▶ _About this task_
Count every line in the entries that contains "SweepResult". Report that count alone.

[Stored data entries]

_ _ _ _

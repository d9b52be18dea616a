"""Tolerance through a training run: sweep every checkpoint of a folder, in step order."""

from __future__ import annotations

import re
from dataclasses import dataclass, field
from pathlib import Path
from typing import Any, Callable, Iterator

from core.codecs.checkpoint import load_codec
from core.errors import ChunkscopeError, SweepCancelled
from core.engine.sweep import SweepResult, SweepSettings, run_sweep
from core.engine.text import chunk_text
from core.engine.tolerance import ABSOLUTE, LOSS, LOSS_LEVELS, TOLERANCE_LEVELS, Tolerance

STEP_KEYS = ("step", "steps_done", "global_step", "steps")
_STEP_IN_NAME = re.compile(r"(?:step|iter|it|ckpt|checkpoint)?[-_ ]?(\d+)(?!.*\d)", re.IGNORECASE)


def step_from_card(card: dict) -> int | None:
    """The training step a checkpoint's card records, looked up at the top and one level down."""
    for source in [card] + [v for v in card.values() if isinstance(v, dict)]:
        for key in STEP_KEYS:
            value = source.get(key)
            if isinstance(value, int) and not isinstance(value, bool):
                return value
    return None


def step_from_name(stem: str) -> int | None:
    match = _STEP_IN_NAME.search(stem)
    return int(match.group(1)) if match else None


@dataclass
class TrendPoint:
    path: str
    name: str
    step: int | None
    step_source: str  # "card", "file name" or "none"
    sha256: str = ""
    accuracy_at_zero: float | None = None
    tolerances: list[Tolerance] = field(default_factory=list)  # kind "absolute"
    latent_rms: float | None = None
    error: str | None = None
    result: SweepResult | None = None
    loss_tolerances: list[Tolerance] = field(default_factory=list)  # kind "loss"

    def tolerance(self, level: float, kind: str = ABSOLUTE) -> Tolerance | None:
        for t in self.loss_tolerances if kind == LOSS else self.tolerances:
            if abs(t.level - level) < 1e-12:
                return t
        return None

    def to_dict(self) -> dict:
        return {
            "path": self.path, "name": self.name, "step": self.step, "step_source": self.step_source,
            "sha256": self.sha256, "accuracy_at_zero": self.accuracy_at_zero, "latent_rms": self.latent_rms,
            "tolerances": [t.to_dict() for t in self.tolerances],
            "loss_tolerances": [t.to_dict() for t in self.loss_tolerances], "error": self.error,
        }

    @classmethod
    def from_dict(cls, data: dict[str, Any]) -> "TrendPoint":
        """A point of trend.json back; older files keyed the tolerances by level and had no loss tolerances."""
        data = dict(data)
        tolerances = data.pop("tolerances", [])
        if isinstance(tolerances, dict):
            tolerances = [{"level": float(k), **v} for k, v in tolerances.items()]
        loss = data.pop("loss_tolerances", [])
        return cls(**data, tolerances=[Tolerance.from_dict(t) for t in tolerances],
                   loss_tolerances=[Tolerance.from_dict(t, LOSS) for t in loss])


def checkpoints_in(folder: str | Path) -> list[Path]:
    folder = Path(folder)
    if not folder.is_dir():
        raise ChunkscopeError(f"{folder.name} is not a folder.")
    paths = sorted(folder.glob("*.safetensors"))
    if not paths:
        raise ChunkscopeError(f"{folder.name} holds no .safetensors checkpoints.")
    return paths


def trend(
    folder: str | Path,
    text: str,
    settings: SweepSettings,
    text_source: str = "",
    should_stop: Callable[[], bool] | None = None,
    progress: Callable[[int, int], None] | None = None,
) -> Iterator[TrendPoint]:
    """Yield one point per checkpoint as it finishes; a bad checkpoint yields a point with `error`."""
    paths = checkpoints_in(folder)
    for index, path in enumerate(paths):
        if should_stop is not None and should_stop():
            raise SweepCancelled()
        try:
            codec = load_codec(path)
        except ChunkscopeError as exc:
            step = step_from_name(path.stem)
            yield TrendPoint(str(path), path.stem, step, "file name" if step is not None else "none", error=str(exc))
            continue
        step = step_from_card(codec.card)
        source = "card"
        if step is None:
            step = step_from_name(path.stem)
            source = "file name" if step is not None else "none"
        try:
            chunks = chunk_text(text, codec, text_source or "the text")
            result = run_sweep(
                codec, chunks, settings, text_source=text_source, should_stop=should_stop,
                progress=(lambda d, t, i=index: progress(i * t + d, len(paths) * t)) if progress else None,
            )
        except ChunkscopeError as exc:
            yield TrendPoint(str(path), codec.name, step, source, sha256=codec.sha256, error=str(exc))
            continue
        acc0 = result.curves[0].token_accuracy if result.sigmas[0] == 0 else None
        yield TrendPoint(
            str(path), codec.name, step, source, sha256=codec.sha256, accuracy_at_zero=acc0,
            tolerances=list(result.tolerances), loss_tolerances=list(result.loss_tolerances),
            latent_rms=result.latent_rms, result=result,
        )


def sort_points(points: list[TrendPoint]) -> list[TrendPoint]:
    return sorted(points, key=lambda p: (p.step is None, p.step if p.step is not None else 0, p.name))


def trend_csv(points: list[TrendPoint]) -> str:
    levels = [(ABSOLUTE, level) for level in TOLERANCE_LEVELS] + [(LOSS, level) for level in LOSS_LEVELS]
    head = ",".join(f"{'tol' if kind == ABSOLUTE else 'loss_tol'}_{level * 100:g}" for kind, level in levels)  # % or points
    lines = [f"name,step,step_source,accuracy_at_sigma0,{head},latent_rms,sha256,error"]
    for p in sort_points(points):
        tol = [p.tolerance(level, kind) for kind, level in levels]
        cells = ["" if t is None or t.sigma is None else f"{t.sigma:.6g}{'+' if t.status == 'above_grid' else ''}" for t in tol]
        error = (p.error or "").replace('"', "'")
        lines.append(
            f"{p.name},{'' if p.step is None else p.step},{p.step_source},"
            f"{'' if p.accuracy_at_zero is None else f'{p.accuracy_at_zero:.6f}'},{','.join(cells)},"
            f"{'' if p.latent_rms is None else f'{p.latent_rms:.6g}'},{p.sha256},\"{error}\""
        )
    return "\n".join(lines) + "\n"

_ _ _ _

▶ _Answer to this problem_
2